• _What this task involves_: Scan the data, and whenever a line contains "dataclass", copy it.

......

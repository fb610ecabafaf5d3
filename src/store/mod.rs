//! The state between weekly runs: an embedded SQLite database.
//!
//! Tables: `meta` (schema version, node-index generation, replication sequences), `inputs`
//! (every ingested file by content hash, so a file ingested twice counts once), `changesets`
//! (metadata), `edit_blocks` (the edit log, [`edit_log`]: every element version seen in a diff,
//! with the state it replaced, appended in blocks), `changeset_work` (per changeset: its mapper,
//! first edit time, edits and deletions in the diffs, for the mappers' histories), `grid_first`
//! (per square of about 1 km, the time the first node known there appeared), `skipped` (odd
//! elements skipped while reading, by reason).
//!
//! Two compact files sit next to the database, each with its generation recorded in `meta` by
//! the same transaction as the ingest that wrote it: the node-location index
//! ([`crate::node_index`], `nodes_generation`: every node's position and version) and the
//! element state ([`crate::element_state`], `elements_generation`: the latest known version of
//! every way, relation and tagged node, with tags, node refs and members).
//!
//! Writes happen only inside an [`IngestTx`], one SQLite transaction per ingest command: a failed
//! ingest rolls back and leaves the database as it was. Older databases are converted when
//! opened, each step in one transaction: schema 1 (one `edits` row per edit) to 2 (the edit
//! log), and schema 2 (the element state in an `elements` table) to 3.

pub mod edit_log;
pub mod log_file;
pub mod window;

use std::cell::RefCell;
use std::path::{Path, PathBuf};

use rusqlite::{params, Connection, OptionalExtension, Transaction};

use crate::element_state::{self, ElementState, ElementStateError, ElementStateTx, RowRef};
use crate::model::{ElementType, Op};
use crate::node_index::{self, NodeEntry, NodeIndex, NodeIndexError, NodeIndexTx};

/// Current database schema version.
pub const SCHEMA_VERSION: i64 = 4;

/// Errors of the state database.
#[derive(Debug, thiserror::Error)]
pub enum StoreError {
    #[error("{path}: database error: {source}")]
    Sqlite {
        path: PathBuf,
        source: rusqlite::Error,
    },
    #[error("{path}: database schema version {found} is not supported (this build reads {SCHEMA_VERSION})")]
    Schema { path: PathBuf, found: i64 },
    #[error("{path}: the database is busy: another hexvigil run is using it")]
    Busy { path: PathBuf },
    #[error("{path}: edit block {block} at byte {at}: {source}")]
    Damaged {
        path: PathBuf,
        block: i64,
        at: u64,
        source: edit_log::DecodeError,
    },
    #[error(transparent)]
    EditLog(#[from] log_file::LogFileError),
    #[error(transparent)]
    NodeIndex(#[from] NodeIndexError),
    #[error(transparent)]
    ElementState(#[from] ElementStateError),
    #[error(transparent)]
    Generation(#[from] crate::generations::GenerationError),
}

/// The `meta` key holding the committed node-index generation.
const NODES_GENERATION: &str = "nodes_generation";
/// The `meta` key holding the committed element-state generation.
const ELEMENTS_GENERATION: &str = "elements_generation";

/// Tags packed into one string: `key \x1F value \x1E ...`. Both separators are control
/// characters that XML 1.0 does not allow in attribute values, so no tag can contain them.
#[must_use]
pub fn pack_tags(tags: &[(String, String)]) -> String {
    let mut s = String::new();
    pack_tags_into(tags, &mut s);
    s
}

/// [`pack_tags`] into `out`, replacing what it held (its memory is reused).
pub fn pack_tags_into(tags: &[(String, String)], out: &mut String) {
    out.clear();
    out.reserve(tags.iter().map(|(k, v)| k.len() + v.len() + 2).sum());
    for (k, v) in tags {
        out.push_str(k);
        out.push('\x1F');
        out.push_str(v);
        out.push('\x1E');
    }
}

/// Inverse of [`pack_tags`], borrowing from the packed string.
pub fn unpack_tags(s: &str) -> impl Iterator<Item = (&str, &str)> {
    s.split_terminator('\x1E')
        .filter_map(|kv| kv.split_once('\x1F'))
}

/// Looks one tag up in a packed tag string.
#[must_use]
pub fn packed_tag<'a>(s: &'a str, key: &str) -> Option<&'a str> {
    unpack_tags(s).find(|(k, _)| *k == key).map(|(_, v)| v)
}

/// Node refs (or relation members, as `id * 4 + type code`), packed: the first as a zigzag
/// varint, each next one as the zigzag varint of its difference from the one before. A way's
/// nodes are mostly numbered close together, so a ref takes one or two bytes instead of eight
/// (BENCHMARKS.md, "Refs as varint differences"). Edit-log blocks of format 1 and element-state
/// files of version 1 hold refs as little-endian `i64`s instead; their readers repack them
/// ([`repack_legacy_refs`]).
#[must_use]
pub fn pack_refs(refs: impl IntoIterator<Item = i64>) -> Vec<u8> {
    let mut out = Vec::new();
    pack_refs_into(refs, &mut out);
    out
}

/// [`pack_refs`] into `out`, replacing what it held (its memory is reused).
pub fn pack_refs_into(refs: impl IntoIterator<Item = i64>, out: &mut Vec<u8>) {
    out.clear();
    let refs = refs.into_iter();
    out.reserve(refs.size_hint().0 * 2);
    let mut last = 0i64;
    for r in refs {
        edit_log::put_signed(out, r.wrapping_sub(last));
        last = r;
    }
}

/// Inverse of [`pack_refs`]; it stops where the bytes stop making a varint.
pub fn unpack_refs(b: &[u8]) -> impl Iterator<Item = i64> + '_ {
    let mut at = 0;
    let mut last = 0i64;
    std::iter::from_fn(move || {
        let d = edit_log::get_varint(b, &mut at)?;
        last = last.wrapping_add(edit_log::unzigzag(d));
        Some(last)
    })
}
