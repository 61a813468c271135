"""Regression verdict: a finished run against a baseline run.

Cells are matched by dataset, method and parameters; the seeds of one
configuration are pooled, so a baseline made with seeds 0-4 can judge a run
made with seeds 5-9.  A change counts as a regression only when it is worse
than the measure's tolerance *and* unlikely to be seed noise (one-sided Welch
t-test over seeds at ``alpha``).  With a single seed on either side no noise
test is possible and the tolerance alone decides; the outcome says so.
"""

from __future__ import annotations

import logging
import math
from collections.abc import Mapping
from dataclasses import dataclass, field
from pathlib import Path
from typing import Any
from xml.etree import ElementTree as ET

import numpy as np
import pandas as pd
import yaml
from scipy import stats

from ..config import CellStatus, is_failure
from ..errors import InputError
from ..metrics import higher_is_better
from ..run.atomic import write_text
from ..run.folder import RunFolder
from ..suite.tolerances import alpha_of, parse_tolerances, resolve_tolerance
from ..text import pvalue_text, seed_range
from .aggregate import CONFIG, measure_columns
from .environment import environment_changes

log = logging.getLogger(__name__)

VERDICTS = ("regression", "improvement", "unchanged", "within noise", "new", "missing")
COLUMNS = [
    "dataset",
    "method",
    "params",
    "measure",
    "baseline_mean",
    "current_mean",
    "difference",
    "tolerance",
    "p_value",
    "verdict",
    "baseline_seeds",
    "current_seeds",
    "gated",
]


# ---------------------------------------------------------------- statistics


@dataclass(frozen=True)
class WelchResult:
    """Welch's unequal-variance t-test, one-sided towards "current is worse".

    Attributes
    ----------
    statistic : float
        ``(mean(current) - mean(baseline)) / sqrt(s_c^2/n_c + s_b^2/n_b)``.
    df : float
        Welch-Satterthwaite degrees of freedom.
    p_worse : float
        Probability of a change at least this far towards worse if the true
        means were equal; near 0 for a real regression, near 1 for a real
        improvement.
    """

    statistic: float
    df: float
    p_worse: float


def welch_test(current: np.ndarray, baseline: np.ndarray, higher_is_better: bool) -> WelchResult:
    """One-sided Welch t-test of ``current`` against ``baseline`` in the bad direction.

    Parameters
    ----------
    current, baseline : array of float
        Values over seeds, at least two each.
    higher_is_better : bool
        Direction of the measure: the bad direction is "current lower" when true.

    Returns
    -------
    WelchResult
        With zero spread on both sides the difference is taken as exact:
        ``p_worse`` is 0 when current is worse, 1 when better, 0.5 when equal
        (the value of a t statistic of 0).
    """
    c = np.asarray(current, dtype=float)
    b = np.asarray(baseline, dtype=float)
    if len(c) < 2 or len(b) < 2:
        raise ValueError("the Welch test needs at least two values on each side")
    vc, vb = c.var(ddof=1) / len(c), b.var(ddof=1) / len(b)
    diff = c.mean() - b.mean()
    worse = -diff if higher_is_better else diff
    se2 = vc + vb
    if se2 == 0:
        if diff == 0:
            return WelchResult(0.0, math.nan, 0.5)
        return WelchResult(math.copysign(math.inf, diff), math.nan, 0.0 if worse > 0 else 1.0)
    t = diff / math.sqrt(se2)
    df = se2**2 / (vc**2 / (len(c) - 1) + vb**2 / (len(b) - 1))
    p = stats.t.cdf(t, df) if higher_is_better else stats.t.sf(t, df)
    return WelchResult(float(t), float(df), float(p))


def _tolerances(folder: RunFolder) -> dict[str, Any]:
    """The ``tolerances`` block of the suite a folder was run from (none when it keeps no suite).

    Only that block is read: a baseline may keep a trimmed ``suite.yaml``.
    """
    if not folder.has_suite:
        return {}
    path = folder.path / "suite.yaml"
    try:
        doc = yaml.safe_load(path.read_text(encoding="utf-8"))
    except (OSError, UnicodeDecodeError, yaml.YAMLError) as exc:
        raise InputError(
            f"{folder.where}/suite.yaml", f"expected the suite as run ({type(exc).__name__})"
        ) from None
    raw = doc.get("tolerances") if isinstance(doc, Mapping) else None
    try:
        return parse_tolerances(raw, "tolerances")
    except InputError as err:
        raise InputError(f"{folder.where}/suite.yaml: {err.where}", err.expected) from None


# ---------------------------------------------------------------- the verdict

......

• _Written response_:
from dataclasses import dataclass, field
@dataclass(frozen=True)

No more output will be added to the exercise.